[[ Records supplied, beginning ]]

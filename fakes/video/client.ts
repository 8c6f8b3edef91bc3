// Typed calls to the video fake's /_fake switches, for integration and end-to-end tests.
import type { WebhookDelivery, WebhookType } from "./types";

export type VideoFakeStatus = {
  uploads: number;
  assets: number;
  pending_api_failures: number;
  pending_chunk_failures: number;
  processing_delay_ms: number;
  drop_webhooks: boolean;
};

async function call<T>(baseUrl: string, method: string, path: string, body?: unknown): Promise<T> {
  const res = await fetch(`${baseUrl}${path}`, {
    method,
    headers: body === undefined ? {} : { "content-type": "application/json" },
    body: body === undefined ? undefined : JSON.stringify(body),
  });
  const text = await res.text();
  if (!res.ok) throw new Error(`video fake ${method} ${path} answered ${res.status}: ${text}`);
  return JSON.parse(text) as T;
}

/** The next `count` Video API calls fail with `status` (429 adds retry-after: 1). */
export const failNextApiCalls = (baseUrl: string, count: number, status = 500) =>
  call<VideoFakeStatus>(baseUrl, "POST", "/_fake/fail", { count, status });

/** The next `count` upload chunks get `status`, or with `drop` lose their connection half-way through. */
export const failNextChunks = (baseUrl: string, count: number, how: { status: number } | { drop: true } = { status: 503 }) =>
  call<VideoFakeStatus>(baseUrl, "POST", "/_fake/fail-chunks", { count, ...how });

/** Keeps new assets in `preparing` for `ms` before processing starts (0 turns it off). */
export const delayProcessing = (baseUrl: string, ms: number) => call<VideoFakeStatus>(baseUrl, "POST", "/_fake/delay", { ms });

/** While on, webhook events are recorded as `dropped` and not sent. */
export const dropWebhooks = (baseUrl: string, drop: boolean) => call<VideoFakeStatus>(baseUrl, "POST", "/_fake/webhooks/drop", { drop });

/** Clears the switches and the delivery log; with `state: true` also every upload, asset and media file. */
export const resetVideoFake = (baseUrl: string, opts: { state?: boolean } = {}) =>
  call<VideoFakeStatus>(baseUrl, "POST", "/_fake/reset", { state: opts.state === true });

export async function listWebhookDeliveries(baseUrl: string, filter: { type?: WebhookType; objectId?: string } = {}): Promise<WebhookDelivery[]> {
  const query = new URLSearchParams();
  if (filter.type) query.set("type", filter.type);
  if (filter.objectId) query.set("object_id", filter.objectId);
  const { data } = await call<{ data: WebhookDelivery[] }>(baseUrl, "GET", `/_fake/webhooks?${query}`);
  return data;
}

/** Polls the delivery log until an event of `type` for `objectId` is recorded. */
export async function waitForWebhook(
  baseUrl: string,
  filter: { type: WebhookType; objectId?: string; state?: WebhookDelivery["state"] },
  timeoutMs = 30_000,
): Promise<WebhookDelivery> {
  const deadline = Date.now() + timeoutMs;
  for (;;) {
    const found = (await listWebhookDeliveries(baseUrl, filter)).find((d) => filter.state === undefined || d.state === filter.state);
    if (found) return found;
    if (Date.now() > deadline) {
      throw new Error(`video fake: no ${filter.type} webhook${filter.objectId ? ` for ${filter.objectId}` : ""}${filter.state ? ` in state ${filter.state}` : ""} within ${timeoutMs} ms`);
    }
    await new Promise((resolve) => setTimeout(resolve, 100));
  }
}

/** Where the fake serves a ready asset's rendition and poster. */
export function mediaUrls(baseUrl: string, playbackId: string): { src: string; poster: string } {
  return { src: `${baseUrl}/media/${playbackId}/video.mp4`, poster: `${baseUrl}/media/${playbackId}/poster.jpg` };
}

/** One PUT of bytes start..end (inclusive) the way @mux/upchunk sends it; `range` is the fake's Range answer. */
export async function putUploadChunk(uploadUrl: string, bytes: Uint8Array, start: number, end: number, total: number | "*") {
  const res = await fetch(uploadUrl, {
    method: "PUT",
    headers: { "content-type": "video/mp4", "content-range": `bytes ${start}-${end}/${total}` },
    body: bytes.slice(start, end + 1),
  });
  await res.arrayBuffer();
  return { status: res.status, range: res.headers.get("range") };
}

/** "Where did I get to?": 308 with `Range: bytes=0-N` once bytes have arrived, 200 when complete. */
export async function askUploadOffset(uploadUrl: string, total: number) {
  const res = await fetch(uploadUrl, { method: "PUT", headers: { "content-range": `bytes */${total}` } });
  await res.arrayBuffer();
  return { status: res.status, range: res.headers.get("range") };
}
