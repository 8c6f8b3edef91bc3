// The upload URL: resumable chunked PUTs with Content-Range, the protocol @mux/upchunk speaks to the
// storage bucket behind a hosted direct upload. Bytes stream straight to disk; nothing is buffered whole.
import { createWriteStream } from "node:fs";
import type http from "node:http";
import { Transform } from "node:stream";
import { pipeline } from "node:stream/promises";
import { completeUpload, expireIfStale, persist, type FakeContext } from "./context";
import type { StoredUpload } from "./types";

/** Every chunk but the last must be a whole number of these, as the storage service requires. */
export const CHUNK_MULTIPLE = 256 * 1024;

type ContentRange = { kind: "query"; total: number | null } | { kind: "bytes"; start: number; end: number; total: number | null };

class UploadProblem extends Error {
  readonly status: number;
  constructor(status: number, message: string) {
    super(message);
    this.status = status;
  }
}

// `bytes 0-262143/1000000`, `bytes 262144-524287/*`, or `bytes */1000000` (where did I get to?).
export function parseContentRange(header: string | undefined, contentLength: number | null): ContentRange {
  if (header === undefined) {
    // A plain PUT of the whole file, as curl would send it.
    if (!contentLength) throw new UploadProblem(400, "Send Content-Range (bytes START-END/TOTAL) or a non-empty body with Content-Length.");
    return { kind: "bytes", start: 0, end: contentLength - 1, total: contentLength };
  }
  const query = /^bytes \*\/(\d+|\*)$/.exec(header.trim());
  if (query) return { kind: "query", total: query[1] === "*" ? null : Number(query[1]) };
  const match = /^bytes (\d+)-(\d+)\/(\d+|\*)$/.exec(header.trim());
  if (!match) throw new UploadProblem(400, `Content-Range "${header}" is not of the form "bytes START-END/TOTAL".`);
  const [start, end] = [Number(match[1]), Number(match[2])];
  const total = match[3] === "*" ? null : Number(match[3]);
  if (end < start) throw new UploadProblem(400, `Content-Range "${header}" ends before it starts.`);
  if (total !== null && end >= total) throw new UploadProblem(400, `Content-Range "${header}" goes past the end of the file.`);
  return { kind: "bytes", start, end, total };
}

const locks = new Map<string, Promise<unknown>>();

/** One chunk at a time per upload; a retry waits for the dropped attempt's bytes to settle. */
function withLock<T>(id: string, work: () => Promise<T>): Promise<T> {
  const run = (locks.get(id) ?? Promise.resolve()).then(work, work);
  const tail = run.catch(() => undefined);
  locks.set(id, tail);
  void tail.then(() => {
    if (locks.get(id) === tail) locks.delete(id);
  });
  return run;
}

function corsOrigin(upload: StoredUpload | undefined): string {
  const origin = upload?.cors_origin.trim() ?? "";
  if (origin === "" || origin === "*") return "*";
  try {
    // Browsers send the origin without a path or trailing slash; the API accepts "https://shop.test/".
    return new URL(origin).origin;
  } catch {
    return origin;
  }
}

/** 308 "resume incomplete" with the bytes we hold, the way resumable storage uploads answer. */
function rangeHeader(upload: StoredUpload): Record<string, string> {
  return upload.received > 0 ? { range: `bytes=0-${upload.received - 1}` } : {};
}

async function writeChunk(req: http.IncomingMessage, ctx: FakeContext, upload: StoredUpload, start: number, length: number, drop: boolean) {
  const file = ctx.store.sourcePath(upload.id);
  const out = createWriteStream(file, { flags: upload.received > 0 ? "r+" : "w", start });
  let seen = 0;
  const dropAt = drop ? Math.max(1, Math.floor(length / 2)) : Infinity;
  const guard = new Transform({
    transform(chunk: Buffer, _encoding, done) {
      if (seen + chunk.length >= dropAt) {
        this.push(chunk.subarray(0, dropAt - seen));
        seen = dropAt;
        done(new Error("injected connection drop"));
        return;
      }
      seen += chunk.length;
      if (seen > length) done(new UploadProblem(400, `The body is longer than the ${length} bytes its Content-Range announced.`));
      else done(null, chunk);
    },
  });
  let failure: unknown = null;
  try {
    await pipeline(req, guard, out);
  } catch (error) {
    failure = error;
  }
  // Not events.once: it would reject on the stream's own "error", which we already hold in `failure`.
  if (!out.closed) await new Promise<void>((resolve) => out.once("close", () => resolve()));
  // Whatever reached the disk counts, so a client that lost its connection can ask and carry on.
  upload.received = Math.max(upload.received, start + out.bytesWritten);
  return { failure, complete: failure === null && seen === length };
}

export async function handleUpload(req: http.IncomingMessage, res: http.ServerResponse, ctx: FakeContext, uploadId: string, token: string | null): Promise<void> {
  const upload = ctx.store.uploads.get(uploadId);
  // Held now: once the body has been read, req.socket may already be detached.
  const socket = req.socket;
  const cors = { "access-control-allow-origin": corsOrigin(upload), "access-control-expose-headers": "Range", vary: "Origin", "cache-control": "no-store" };
  const reply = (status: number, headers: Record<string, string> = {}, message = "") => {
    if (res.headersSent) return;
    req.resume();
    res.writeHead(status, { ...cors, ...headers, "content-type": "text/plain; charset=utf-8", "content-length": Buffer.byteLength(message) });
    res.end(message);
  };
  if (!upload) return reply(404, {}, "No such upload.");
  if (req.method === "OPTIONS") {
    return reply(204, { "access-control-allow-methods": "PUT, OPTIONS", "access-control-allow-headers": "content-type, content-range", "access-control-max-age": "3600" });
  }
  if (token !== upload.token) return reply(403, {}, "The upload URL's token does not match this upload.");
  if (req.method !== "PUT") return reply(405, { allow: "PUT, OPTIONS" }, "Upload chunks with PUT.");

  try {
    const declared = req.headers["content-length"] === undefined ? null : Number(req.headers["content-length"]);
    const range = parseContentRange(req.headers["content-range"], declared);
    await withLock(upload.id, async () => {
      expireIfStale(ctx, upload);
      if (upload.status === "asset_created") return reply(200, {}, "The upload is already complete.");
      if (upload.status !== "waiting") return reply(410, { connection: "close" }, `This upload is ${upload.status.replace("_", " ")}.`);
      if (range.kind === "query") return reply(308, rangeHeader(upload));

      const length = range.end - range.start + 1;
      if (declared !== null && declared !== length) throw new UploadProblem(400, `Content-Length ${declared} does not match Content-Range (${length} bytes).`);
      if (range.total !== null) {
        if (upload.total !== null && range.total !== upload.total) throw new UploadProblem(400, `The file size changed from ${upload.total} to ${range.total} bytes.`);
        if (range.total > ctx.maxUploadBytes) throw new UploadProblem(413, `The file is larger than the ${ctx.maxUploadBytes} bytes this fake accepts.`);
      }
      const final = range.total !== null && range.end + 1 === range.total;
      if (!final && length % CHUNK_MULTIPLE !== 0) throw new UploadProblem(400, `Chunks other than the last must be a multiple of ${CHUNK_MULTIPLE} bytes (256 KiB); got ${length}.`);
      if (range.start > upload.received) {
        throw new UploadProblem(400, `The chunk starts at byte ${range.start} but only ${upload.received} bytes have arrived; ask with "Content-Range: bytes */TOTAL" and resume from there.`);
      }
      if (range.total !== null) upload.total = range.total;

      const injected = ctx.chunkFailures.take();
      if (injected && "status" in injected) return reply(injected.status, {}, "Injected failure (video fake switch).");
      const { failure, complete } = await writeChunk(req, ctx, upload, range.start, length, injected !== null);
      await persist(ctx);
      if (injected !== null) {
        socket.destroy();
        return;
      }
      if (failure instanceof UploadProblem) throw failure;
      if (failure !== null || !complete) return reply(308, rangeHeader(upload));
      if (upload.total !== null && upload.received >= upload.total) {
        completeUpload(ctx, upload);
        return reply(200, {}, "Upload complete.");
      }
      return reply(308, rangeHeader(upload));
    });
  } catch (error) {
    if (!(error instanceof UploadProblem)) throw error;
    reply(error.status, { ...rangeHeader(upload), connection: "close" }, error.message);
  }
}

[[ Records supplied, end ]]

Brief: The required answer is the run of lines above, starting at the line with "processing_delay_ms: number;" and ending at the line with "if (!res.ok) throw", reproduced exactly with both ends.

Completed exercise:
  processing_delay_ms: number;
  drop_webhooks: boolean;
};

async function call<T>(baseUrl: string, method: string, path: string, body?: unknown): Promise<T> {
  const res = await fetch(`${baseUrl}${path}`, {
    method,
    headers: body === undefined ? {} : { "content-type": "application/json" },
    body: body === undefined ? undefined : JSON.stringify(body),
  });
  const text = await res.text();
  if (!res.ok) throw new Error(`video fake ${method} ${path} answered ${res.status}: ${text}`);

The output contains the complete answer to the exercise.